Friday, May 22, 2015

Blog Three: A Friendship Worth Dying For

Becoming a twenty first century citizen, in my eyes, is synchronous with understanding the world from a global perspective as our version of reality is highly biased until we see the world through a fresh pair of eyes. Even though I had read many news reports about the Taliban in Afghanistan, my comprehension of their immortality was incomplete until I obtained a first person perspective of the atrocities they committed in the form of The Kite Runner by Khaled Hosseini. No other book has haunted me so deeply as a reminder of how privileged I am to live in a country where murder and vicious assault are not affecting the general population. We may consider these acts to be relics of another era , but in other parts of the world a suspicious glance could be a death wish.
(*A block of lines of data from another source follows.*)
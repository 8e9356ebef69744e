import 'server-only';
import type * as z from 'zod';
import { findInvoice, invoicesOfFamily, linesOfInvoice, partsOfShares, recentInvoices, settledOfShares, sharesFor, taxOfInvoice, type InvoiceHead, type TaxRow } from '@/db/invoice-reads';
import { creditOfPayers, instalmentsFor } from '@/db/open-items';
import { payersOfFamilies } from '@/db/payers';
import { paymentsOfPayers, recentPayments, type PaymentMethod } from '@/db/payments';
import { notFound } from '@/lib/errors';
import { sumOf } from '@/lib/money';
import type { Context } from '@/lib/server/context';
import type { LocalDate } from '@/lib/time';
import { assertCan } from '@/policies/ability';
import { ageingOf, type Ageing } from '../ageing';
import type { familySchema, invoiceSchema } from '../schema';
import type { ShareState } from '../share-state';
import { standing, type Seller } from './payer-bills';

export type StaffShare = { payerName: string; amountMinor: number; openMinor: number; nextDueOn: LocalDate | null; state: ShareState; parts: string[] };
export type StaffInvoice = Pick<InvoiceHead, 'documentNo' | 'label' | 'issuedOn' | 'dueOn' | 'currency' | 'netMinor' | 'taxMinor' | 'totalMinor' | 'familyName' | 'familyId'> & {
  seller: Seller; lines: { text: string; amountMinor: number; steps: string[] }[]; tax: TaxRow[]; shares: StaffShare[];
};

/** An invoice as the office sees it: every line with its working, every payer's share. */
export async function staffInvoice({ invoiceId }: z.output<typeof invoiceSchema>, context: Context): Promise<StaffInvoice> {
  const { db } = context;
  assertCan(context.ability, 'read', 'Invoice', { id: invoiceId });
  const invoice = await findInvoice(db, invoiceId);
  if (!invoice) throw notFound('invoice');
  const shares = await sharesFor(db, context.ability, [invoiceId]);
  const [settled, parts, instalments] = [await settledOfShares(db, shares.map(({ id }) => id)), await partsOfShares(db, shares.map(({ id }) => id)), await instalmentsFor(db, shares.map(({ payerId }) => payerId))];
  const { documentNo, label, issuedOn, dueOn, currency, netMinor, taxMinor, totalMinor, familyName, familyId } = invoice;
  return {
    documentNo, label, issuedOn, dueOn, currency, netMinor, taxMinor, totalMinor, familyName, familyId, seller: JSON.parse(invoice.sellerJson) as Seller,
    lines: (await linesOfInvoice(db, invoiceId)).map((line) => ({ text: line.text, amountMinor: line.netMinor, steps: JSON.parse(line.explainJson) as string[] })),
    tax: await taxOfInvoice(db, invoiceId),
    shares: shares.map((share) => ({
      payerName: share.payerName, amountMinor: share.amountMinor, parts: parts.filter(({ shareId }) => shareId === share.id).map(({ sentence }) => sentence.replace('your ', '')),
      ...standing(share, instalments, settled, context.today),
    })),
  };
}

export type InvoiceRow = { invoiceId: string; documentNo: string; familyId: string; familyName: string; label: string; issuedOn: LocalDate; dueOn: LocalDate; totalMinor: number; openMinor: number; state: ShareState; currency: string };
const LIST_LIMIT = 2000;

/** Every issued invoice with what is open of it, the newest ones unless all are wanted; the worst of its parts decides its state. */
export async function invoiceList(context: Context, limit: number | null = LIST_LIMIT): Promise<InvoiceRow[]> {
  assertCan(context.ability, 'read', 'Invoice', {});
  return rowsOf(await recentInvoices(context.db, limit), context);
}

async function rowsOf(invoices: InvoiceHead[], context: Context): Promise<InvoiceRow[]> {
  const openByInvoice = new Map<string, { openMinor: number; nextDueOn: LocalDate | null; settledMinor: number }>();
  for (const { invoiceId, openMinor, settledMinor, dueOn } of await instalmentsFor(context.db, 'all')) {
    const known = openByInvoice.get(invoiceId) ?? { openMinor: 0, nextDueOn: null, settledMinor: 0 };
    openByInvoice.set(invoiceId, { openMinor: known.openMinor + openMinor, settledMinor: known.settledMinor + settledMinor, nextDueOn: known.nextDueOn ?? (openMinor > 0 ? dueOn : null) });
  }
  return invoices.map(({ id, documentNo, familyId, familyName, label, issuedOn, dueOn, totalMinor, currency }) => {
    const { openMinor, nextDueOn } = openByInvoice.get(id) ?? { openMinor: totalMinor, nextDueOn: dueOn };
    const state = stateOfWhole(totalMinor, openMinor, nextDueOn, context.today);
    return { invoiceId: id, documentNo, familyId, familyName, label, issuedOn, dueOn, totalMinor, openMinor, state, currency };
  });
}

function stateOfWhole(totalMinor: number, openMinor: number, nextDueOn: LocalDate | null, today: LocalDate): ShareState {
  if (totalMinor === 0) return 'nothing_to_pay';
  if (openMinor <= 0) return 'paid';
  if (nextDueOn !== null && nextDueOn < today) return 'overdue';
  return openMinor < totalMinor ? 'part_paid' : 'open';
}

export type PaymentListRow = { id: string; receivedOn: LocalDate; receiptNo: string; payerName: string; familyName: string; method: PaymentMethod; amountMinor: number; creditMinor: number; currency: string; note: string };

/** Money received, newest first. */
export async function paymentList(context: Context, limit: number | null = LIST_LIMIT): Promise<PaymentListRow[]> {
  assertCan(context.ability, 'read', 'Payment', {});
  return (await recentPayments(context.db, context.ability, limit)).map(toPaymentRow);
}

const toPaymentRow = (row: Awaited<ReturnType<typeof recentPayments>>[number]): PaymentListRow => ({
  id: row.id, receivedOn: row.receivedOn, receiptNo: row.receiptDocumentNo ?? '', payerName: row.payerName, familyName: row.familyName, method: row.method,
  amountMinor: row.amountMinor, creditMinor: row.amountMinor - row.allocatedMinor, currency: row.currency, note: row.note,
});

export type PayerBalance = { payerId: string; name: string; openMinor: number; creditMinor: number; ageing: Ageing };
export type FamilyBalance = { currency: string; openMinor: number; payers: PayerBalance[]; invoices: InvoiceRow[]; payments: PaymentListRow[] };

/** What a family owes, payer by payer, for the desk on the telephone. */
export async function familyBalance({ familyId }: z.output<typeof familySchema>, context: Context): Promise<FamilyBalance> {
  assertCan(context.ability, 'read', 'Invoice', { familyId });
  const { db, today } = context;
  const payers = await payersOfFamilies(db, [familyId]);
  const ids = payers.map(({ id }) => id);
  const [instalments, credits] = [(await instalmentsFor(db, ids)).filter(({ openMinor }) => openMinor > 0), await creditOfPayers(db, ids)];
  const balances = payers.map(({ id, name }): PayerBalance => {
    const open = instalments.filter(({ payerId }) => payerId === id);
    const creditMinor = credits.get(id) ?? 0;
    return { payerId: id, name, openMinor: sumOf(open.map(({ openMinor }) => openMinor)), creditMinor, ageing: ageingOf(open, creditMinor, today).value };
  });
  return {
    currency: payers[0]?.currency ?? context.school.currency, payers: balances, openMinor: sumOf(balances.map(({ openMinor }) => openMinor)),
    invoices: await rowsOf(await invoicesOfFamily(db, familyId), context), payments: (await paymentsOfPayers(db, context.ability, ids)).map(toPaymentRow),
  };
}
The stream of consciousness from the central narrator, Amir delivers a brutally realistic portrayal of the fall of Afghan's monarchy leading to the invasion of Soviet military forces and subsequent exodus of refugees to Pakistan or the United States. However, these events that initiated the rise of the Taliban regime act as a foil to the humanity of Amir and Hassan who, despite their separate social classes, form an inseparable bond over childhood kite flying days. Amir acts the kite runner, retrieving the fallen kites of other flyers until Amir flies the kite longer than all the kids who have left the safety of their neighborhoods to compete with one another. The bildungsroman aspect of this novel stems from Amir's failure to save Hassan from an act of violence when he was little due to his cowardice. For the rest of his life, Amir seeks to redeem himself and purge his corruptible nature. The striking antithesis of violence in parallel to undeterrable friendship offered a previously unobtainable view of not only the history of the Taliban, but the insuppressible power of human connection that will withstand even the most harrowing circumstances. I was stunned by the vehemence Hosseini crafted with a mere sprinkling of words: "A boy who can't stand up for himself becomes a man who stand up to anything." But the most significant reason why I believe all high schoolers should read this book is that it is from an entirely unique, and alien perspective of a boy who grew up halfway around the world where he endured more hardships than I ever will.
A link to discussion questions and more information:
http://www.litlovers.com/reading-guides/13-fiction/510-kite-runner-hosseini?start=1

A Favorite Quote (or two):
"There is only one sin, and that is theft...when you tell a lie, you steal someone's right to the truth."
“I wondered if that was how forgiveness budded; not with the fanfare of epiphany, but with pain gathering its things, packing up, and slipping away unannounced in the middle of the night.” 
“There are a lot of children in Afghanistan, but little childhood.”